Thornhill Academy
We Hold the Sky
Evander
17
28
We wait at a distance. Not that it matters. Distance has never meant safety from a dragon. From the ridge line, from the air above the trees, from the shadowed rise where my parents and the other dragon leaders stand with me, we can see everything. Even in the dark. Especially in the dark. Our sight cuts through smoke and shadow alike, honing in on movement, heat, and intent. Below us, the Council’s soldiers move toward the trees. They don’t creep. They stride confidently and armed. They are ready with their weapons, but they have already convinced themselves of victory. They walk like men who think the forest is empty, like nothing is going to reach out of the dark and tear them apart. I exhale slowly and watch as the hellhounds strike. The forest erupts beneath them, bodies dropping from branches and shadows in a blur of teeth and claws. Soldiers scream, formation shattering instantly as panic spreads through their ranks. I feel the shift ripple through the field, the exact moment control is lost. Then we take to the skies. From here, we can see shadows moving where they shouldn’t. Darkness thickens, bends and closes. Escape routes vanish, and soldiers slam into invisible barriers, dragged under by hands they never see. The battlefield tightens, compressing inward like a fist closing around a throat. I spread my wings further as I join my people in the sky, heat building beneath my scales and fire coiling tight in my chest. We could burn the entire clearing to ash, but we don’t. This isn’t a slaughter for us. This is the protection of our people, a necessary battle. I scan the field, separating friend from foe, mapping movement with instinct honed over years. Hellhounds move fast and low, demons slip between shadows, spellcasters cluster near the centre. Other magicals scatter throughout. With my targets identified, I dive.
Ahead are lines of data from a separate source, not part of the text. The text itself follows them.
"""What panels are drawn from: textures, defect marks, and the sensor that measures them.

All lengths and heights are micrometres, and everything but the sensor is a function of position,
so that any pitch samples the same surface. Shapes and sizes are invented for the demonstration.
"""

import math
from collections.abc import Callable

import numpy as np
from numpy.random import Generator

PER_MM2 = 1e-6  # one per square millimetre, in one per square micrometre


class Grid:
    """Pixel centres of a panel, micrometres, with the origin in its first corner."""

    def __init__(self, shape: tuple[int, int], pitch: float) -> None:
        self.shape, self.pitch = shape, pitch
        self.sides = np.array(shape) * pitch
        self.y, self.x = ((np.arange(count) + 0.5) * pitch for count in shape)


# A mark is its reach and its profile, a function of the row and column offsets from its centre.
Profile = Callable[[np.ndarray, np.ndarray], np.ndarray]
Mark = tuple[float, Profile]
Draw = Callable[[Generator], Mark]


def scatter(rng: Generator, grid: Grid, density: float, margin: float, draw: Draw) -> np.ndarray:
    """Sum marks whose centres are a Poisson process on the grid enlarged by `margin`."""
    total = np.zeros(grid.shape)
    sides = grid.sides + 2.0 * margin
    for cy, cx in rng.random((rng.poisson(density * sides[0] * sides[1]), 2)) * sides - margin:
        reach, profile = draw(rng)
        rows = slice(*np.searchsorted(grid.y, (cy - reach, cy + reach)))
        columns = slice(*np.searchsorted(grid.x, (cx - reach, cx + reach)))
        total[rows, columns] += profile((grid.y[rows] - cy)[:, None], (grid.x[columns] - cx)[None])
    return total


def wave_sum(rng: Generator, grid: Grid, wave_numbers: np.ndarray) -> np.ndarray:
    """Unit-variance sum of plane waves; `wave_numbers` is (2, n), radians per micrometre."""
    count = wave_numbers.shape[1]
    phase_y = np.outer(grid.y, wave_numbers[0]) + rng.uniform(0.0, 2.0 * math.pi, count)
    phase_x = np.outer(wave_numbers[1], grid.x)
    # cos(a + b) split into products: two matrix products instead of `count` images.
    total = np.cos(phase_y) @ np.cos(phase_x) - np.sin(phase_y) @ np.sin(phase_x)
    return math.sqrt(2.0 / count) * total


def texture(rng: Generator, grid: Grid) -> np.ndarray:
    coarse = rng.uniform(0.6, 1.1), log_uniform(rng, 110.0, 200.0)
    fine = rng.uniform(0.15, 0.35), log_uniform(rng, 18.0, 35.0)
    height = np.zeros(grid.shape)
    # So many waves that no single one shows; the fine texture has more cells to fill.
    for (amplitude, length), waves in ((coarse, 384), (fine, 1024)):
        wave_numbers = rng.normal(scale=1.0 / length, size=(2, waves))
        height += amplitude * wave_sum(rng, grid, wave_numbers)
    return height


def orange_peel(rng: Generator, grid: Grid) -> np.ndarray:
    amplitude = rng.uniform(3.0, 5.5)
    typical = log_uniform(rng, 1200.0, 1900.0)
    number = 2.0 * math.pi / (typical * rng.uniform(0.8, 1.5, 96))
    angle = rng.uniform(0.0, math.pi, 96)
    return amplitude * wave_sum(rng, grid, number * np.array([np.sin(angle), np.cos(angle)]))


def _pinhole(rng: Generator) -> Mark:
    """Draw a gas hole: steep flank, flat ground, every other one with a small rim."""
    radius, depth = log_uniform(rng, 15.0, 50.0), log_uniform(rng, 2.5, 16.0)
    rim = rng.uniform(0.08, 0.25) * rng.integers(2)

    def profile(dy: np.ndarray, dx: np.ndarray) -> np.ndarray:
        rho = np.hypot(dy, dx) / radius
        return depth * (rim * np.exp(-(((rho - 1.6) / 0.4) ** 2)) - np.exp(-(rho**4)))

    return 3.0 * radius, profile


def _crater(rng: Generator) -> Mark:
    """Draw a wide bowl of repelled coat, whose material lies in the rim around it."""
    radius, depth = log_uniform(rng, 150.0, 600.0), log_uniform(rng, 2.0, 9.0)
    sharpness, stretch = rng.uniform(0.3, 0.6), rng.uniform(0.85, 1.18)

    def profile(dy: np.ndarray, dx: np.ndarray) -> np.ndarray:
        rho = np.hypot(dy * stretch, dx) / radius
        # The third power: flatter ground and a narrower rim than a scratch has.
        return -depth * groove_section(rho**3, sharpness)

    return 2.5 * radius, profile


def _scratch(rng: Generator) -> Mark:
    """Draw a handling mark: a groove with thrown-up ridges, of varying depth along its way."""
    half_length, half_width = log_uniform(rng, 500.0, 3000.0), log_uniform(rng, 10.0, 30.0)
    depth, sharpness = log_uniform(rng, 0.8, 4.5), rng.uniform(0.3, 0.6)
    waves, phase = rng.uniform(0.5, 2.5), rng.uniform(0.0, 2.0 * math.pi)

    def section(along: np.ndarray, across: np.ndarray) -> np.ndarray:
        pressure = (1.0 - along**4) * (1.0 + 0.4 * np.cos(math.pi * waves * along + phase))
        return -depth * pressure * groove_section(across**2, sharpness)

    return bent_line(rng, half_length, half_width, section)


def _inclusion(rng: Generator) -> Mark:
    """Draw a bump over dirt under the coat: long over a fibre, round over dust."""
    if rng.random() < 0.35:
        rise = log_uniform(rng, 1.0, 5.0)
        half_length, half_width = log_uniform(rng, 120.0, 450.0), log_uniform(rng, 15.0, 35.0)

        def section(along: np.ndarray, across: np.ndarray) -> np.ndarray:
            return rise * (1.0 - along**4) * np.exp(-(across**2))

        return bent_line(rng, half_length, half_width, section)
    radius, rise = log_uniform(rng, 25.0, 110.0), log_uniform(rng, 1.5, 9.0)
    stretch = rng.uniform(0.75, 1.33)
    return 4.0 * radius, lambda dy, dx: rise * np.exp(-((dy * stretch) ** 2 + dx**2) / radius**2)


# Least and greatest density per mm^2, margin in micrometres (the farthest reach), and the mark.
LOCALISED: dict[str, tuple[float, float, float, Draw]] = {
    "pinholes": (1.5, 4.5, 150.0, _pinhole),
    "craters": (0.35, 0.9, 1500.0, _crater),
    "scratches": (0.25, 0.6, 3200.0, _scratch),
    "inclusions": (1.2, 3.6, 600.0, _inclusion),
}


def groove_section(distance: np.ndarray, sharpness: float) -> np.ndarray:
    """Return a section 1 in the middle, 0 at distance 1, with a rim of the other sign outside."""
    return (1.0 - distance) * np.exp(-sharpness * distance**2)


def bent_line(rng: Generator, half_length: float, half_width: float, section: Profile) -> Mark:
    """Mark along a slightly bent line of random direction.

    `section` takes the position along the line (-1 to 1) and across it in half widths.
    """
    angle = rng.uniform(0.0, math.pi)
    bow = rng.uniform(-0.12, 0.12) * half_length

    def profile(dy: np.ndarray, dx: np.ndarray) -> np.ndarray:
        along = (math.cos(angle) * dx + math.sin(angle) * dy) / half_length
        across = (math.cos(angle) * dy - math.sin(angle) * dx - bow * along**2) / half_width
        # Most pixels of a long line's window are far from it.
        near = (np.abs(along) < 1.0) & (np.abs(across) < 4.0)
        change = np.zeros(along.shape)
        change[near] = section(along[near], across[near])
        return change

    return half_length + 4.0 * half_width, profile


def measured(rng: Generator, surface: np.ndarray, grid: Grid) -> np.ndarray:
    """Return the surface as an optical sensor reports it, on a bent and tilted panel."""
    angle = rng.uniform(0.0, math.pi)
    # Radius 0.1-0.6 m: 5 to 33 um from the middle of a 5 mm panel to its edge.
    curvature = rng.choice([-1.0, 1.0]) / log_uniform(rng, 1e5, 6e5)
    saddle = rng.choice([0.0, rng.uniform(0.3, 1.0)])
    slope_y, slope_x = rng.uniform(-0.003, 0.003, 2)
    dy, dx = (grid.y - 0.5 * grid.sides[0])[:, None], (grid.x - 0.5 * grid.sides[1])[None]
    u = math.cos(angle) * dx + math.sin(angle) * dy
    v = math.cos(angle) * dy - math.sin(angle) * dx
    form = 0.5 * curvature * (u**2 - saddle * v**2) + slope_y * dy + slope_x * dx

    def cluster(rng: Generator) -> Mark:
        radius = log_uniform(rng, 20.0, 60.0)
        return 1.5 * radius, lambda dy, dx: np.exp(-(((dy**2 + dx**2) / radius**2) ** 2))

    # Chance of losing a pixel: anywhere, on steep flanks, and in clusters.
    loss = rng.uniform(0.004, 0.008) + scatter(rng, grid, 0.25 * PER_MM2, 90.0, cluster)
    steepness = np.hypot(*np.gradient(surface, grid.pitch))
    loss -= 0.5 * np.expm1(-((steepness / 0.4) ** 2))
    measured = surface + form + rng.normal(scale=rng.uniform(0.1, 0.2), size=grid.shape)
    measured[rng.random(grid.shape) < loss] = np.nan
    return measured


def log_uniform(rng: Generator, lo: float, hi: float) -> float:
    """Uniform in the logarithm: small sizes are more common than large ones."""
    return math.exp(rng.uniform(math.log(lo), math.log(hi)))
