"""Compiled loops that derive fields from stacks of images: smoothing, slope, curvature.

No checks and no allocation in here. Where pixels are missing, callers pass zeros in their place
together with the map of valid pixels.
"""

import numpy as np

from mfeat._jit import kernel


@kernel
def _mirror(i, n):
    """Fold a position outside 0..n-1 back by half-sample symmetric reflection (d c b a|a b c d)."""
    i = i % (2 * n)
    return i if i < n else 2 * n - 1 - i


@kernel
def _add_pairs(total, weight, left, right):
    """Add weight * (left + right), element by element.

    The two are added before they are weighted, so a mirrored image gives the mirrored result bit
    for bit. One flat loop over three plain vectors: the form that the compiler vectorises.
    """
    for j in range(len(total)):
        total[j] += weight * (left[j] + right[j])


@kernel
def smooth_rows(image, weights, padded, out):
    """Convolve each row with the symmetric kernel of half `weights` (centre first).

    `padded` is scratch of length w + 2 r: the row and its reflections.
    """
    rows, cols = image.shape
    radius = len(weights) - 1
    for i in range(rows):
        row = image[i]
        smoothed = out[i]
        padded[radius : radius + cols] = row
        for k in range(radius):
            padded[k] = row[_mirror(k - radius, cols)]
            padded[radius + cols + k] = row[_mirror(cols + k, cols)]
        for j in range(cols):
            smoothed[j] = weights[0] * row[j]
        for k in range(1, radius + 1):
            left = padded[radius - k : radius - k + cols]
            right = padded[radius + k : radius + k + cols]
            _add_pairs(smoothed, weights[k], left, right)


@kernel
def smooth_columns(image, weights, out):
    """Convolve each column likewise, a whole row at a time."""
    rows = image.shape[0]
    radius = len(weights) - 1
    for i in range(rows):
        row = image[i]
        smoothed = out[i]
        for j in range(len(row)):
            smoothed[j] = weights[0] * row[j]
        for k in range(1, radius + 1):
            above = image[_mirror(i - k, rows)]
            below = image[_mirror(i + k, rows)]
            _add_pairs(smoothed, weights[k], above, below)


@kernel
def smooth_stack(images, row_weights, column_weights, padded, half, out):
    """Smooth each image of a stack (n, h, w) along both axes; `half` is scratch (h, w).

    `row_weights` act along a row (across columns), `column_weights` along a column.
    """
    for k in range(len(images)):
        smooth_rows(images[k], row_weights, padded, half)
        smooth_columns(half, column_weights, out[k])


@kernel
def write_weights(sigma, weights):
    """Write half of the sampled Gaussian kernel, centre first; returns how many weights it has.

    The kernel reaches four standard deviations, and with its mirror image sums to 1.
    """
    count = int(4.0 * sigma + 0.5) + 1
    total = 0.0
    for k in range(count):
        weights[k] = np.exp(-0.5 * (k / sigma) ** 2) if k > 0 else 1.0
        total += weights[k] if k == 0 else 2.0 * weights[k]
    for k in range(count):
        weights[k] /= total
    return count


@kernel
def smooth_each(images, row_sigmas, column_sigmas, weights, padded, half, out):
    """Smooth each image of a stack (n, h, w) by a Gaussian of its own; 0 leaves it as it is.

    `weights` is scratch for the widest kernel, `padded` for a row with it on both sides.
    """
    for k in range(len(images)):
        if row_sigmas[k] == 0.0:
            out[k] = images[k]
            continue
        count = write_weights(row_sigmas[k], weights)
        smooth_rows(images[k], weights[:count], padded, half)
        count = write_weights(column_sigmas[k], weights)
        smooth_columns(half, weights[:count], out[k])


@kernel
def contrast_stack(images, means, squares, valid, floors):
    """Turn images (n, h, w) into (image - mean) / deviation, by the local moments of each pixel.

    `means` and `squares` are smoothed images and smoothed squares; `floors` (n) are variances that
    are added, so that quiet places are not blown up. Zero where a pixel is missing or the floor is.
    """
    for k in range(len(images)):
        for i in range(images.shape[1]):
            for j in range(images.shape[2]):
                if valid[k, i, j] and floors[k] > 0.0:
                    mean = means[k, i, j]
                    variance = max(squares[k, i, j] - mean * mean, 0.0) + floors[k]
                    images[k, i, j] = (images[k, i, j] - mean) / np.sqrt(variance)
                else:
                    images[k, i, j] = 0.0


@kernel
def normalise_stack(smoothed, support, valid):
    """Divide smoothed values by the smoothed map of valid pixels; zero where a pixel is missing.

    Normalised convolution; source: H. Knutsson and C.-F. Westin, Normalized and differential
    convolution, Proc. CVPR (1993), 515-523.
    """
    for k in range(len(smoothed)):
        for i in range(smoothed.shape[1]):
            for j in range(smoothed.shape[2]):
                if valid[k, i, j]:
                    smoothed[k, i, j] /= support[k, i, j]
                else:
                    smoothed[k, i, j] = 0.0


@kernel
def slope_stack(images, valid, pitch_rows, pitch_cols, slope, slope_valid):
    """Write the gradient magnitude at the centre of each 2x2 window: (n, h - 1, w - 1).

    Each component is the mean of the window's two differences along that axis, over the pitch.
    """
    for k in range(len(images)):
        for i in range(images.shape[1] - 1):
            for j in range(images.shape[2] - 1):
                a = images[k, i, j]
                b = images[k, i, j + 1]
                c = images[k, i + 1, j]
                d = images[k, i + 1, j + 1]
                across = ((b - a) + (d - c)) / (2.0 * pitch_cols)
                down = ((c - a) + (d - b)) / (2.0 * pitch_rows)
                slope[k, i, j] = np.sqrt(across * across + down * down)
                slope_valid[k, i, j] = (
                    valid[k, i, j]
                    & valid[k, i, j + 1]
                    & valid[k, i + 1, j]
                    & valid[k, i + 1, j + 1]
                )


@kernel
def curvature_stack(images, valid, pitch_rows, pitch_cols, curvature, curvature_valid):
    """Write minus half the Laplacian, positive on bumps, at each inner pixel: (n, h - 2, w - 2)."""
    for k in range(len(images)):
        for i in range(images.shape[1] - 2):
            for j in range(images.shape[2] - 2):
                centre = images[k, i + 1, j + 1]
                left = images[k, i + 1, j]
                right = images[k, i + 1, j + 2]
                above = images[k, i, j + 1]
                below = images[k, i + 2, j + 1]
                across = ((left - centre) + (right - centre)) / (pitch_cols * pitch_cols)
                down = ((above - centre) + (below - centre)) / (pitch_rows * pitch_rows)
                curvature[k, i, j] = -0.5 * (across + down)
                curvature_valid[k, i, j] = (
                    valid[k, i + 1, j + 1]
                    & valid[k, i + 1, j]
                    & valid[k, i + 1, j + 2]
                    & valid[k, i, j + 1]
                    & valid[k, i + 2, j + 1]
                )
The first soldier never looks up. My claws close around his armour, crushing metal and bone alike as I yank him off the ground. He screams as I carry him skyward, terror ripping from his throat as the earth drops away beneath him. I release him at the apex, but he doesn’t fall far. I incinerate him midair, flame ripping through flesh and armour in a heartbeat, leaving nothing but ash drifting back toward the forest floor. I bank hard and dive again. Below me, a group of soldiers is trying to regroup, backs pressed together, weapons raised toward the trees. No hellhounds among them. No demons nearby. None of our people. Clear. I open my jaws and unleash a controlled burst of fire. It doesn’t spread far, and it doesn’t linger. It just consumes the enemy in my path. When the flames die, there is nothing left standing. I pull up sharply, wings beating hard as I climb, heat still thrumming through my veins. Around me, dragons execute the same precision strikes-diving, lifting, burning, retreating. There’s no wasted movement and no collateral damage. This is what discipline looks like in the air. A flash of movement catches my eye near the tree line. That’s too close. I drop lower, wings folding as I descend fast. I touch down hard at the edge of the forest, shifting mid-stride, bones snapping and reforming as my feet hit the ground.
“Move,” I snap to the rebels nearby, gesturing sharply. “Clear out. Now.”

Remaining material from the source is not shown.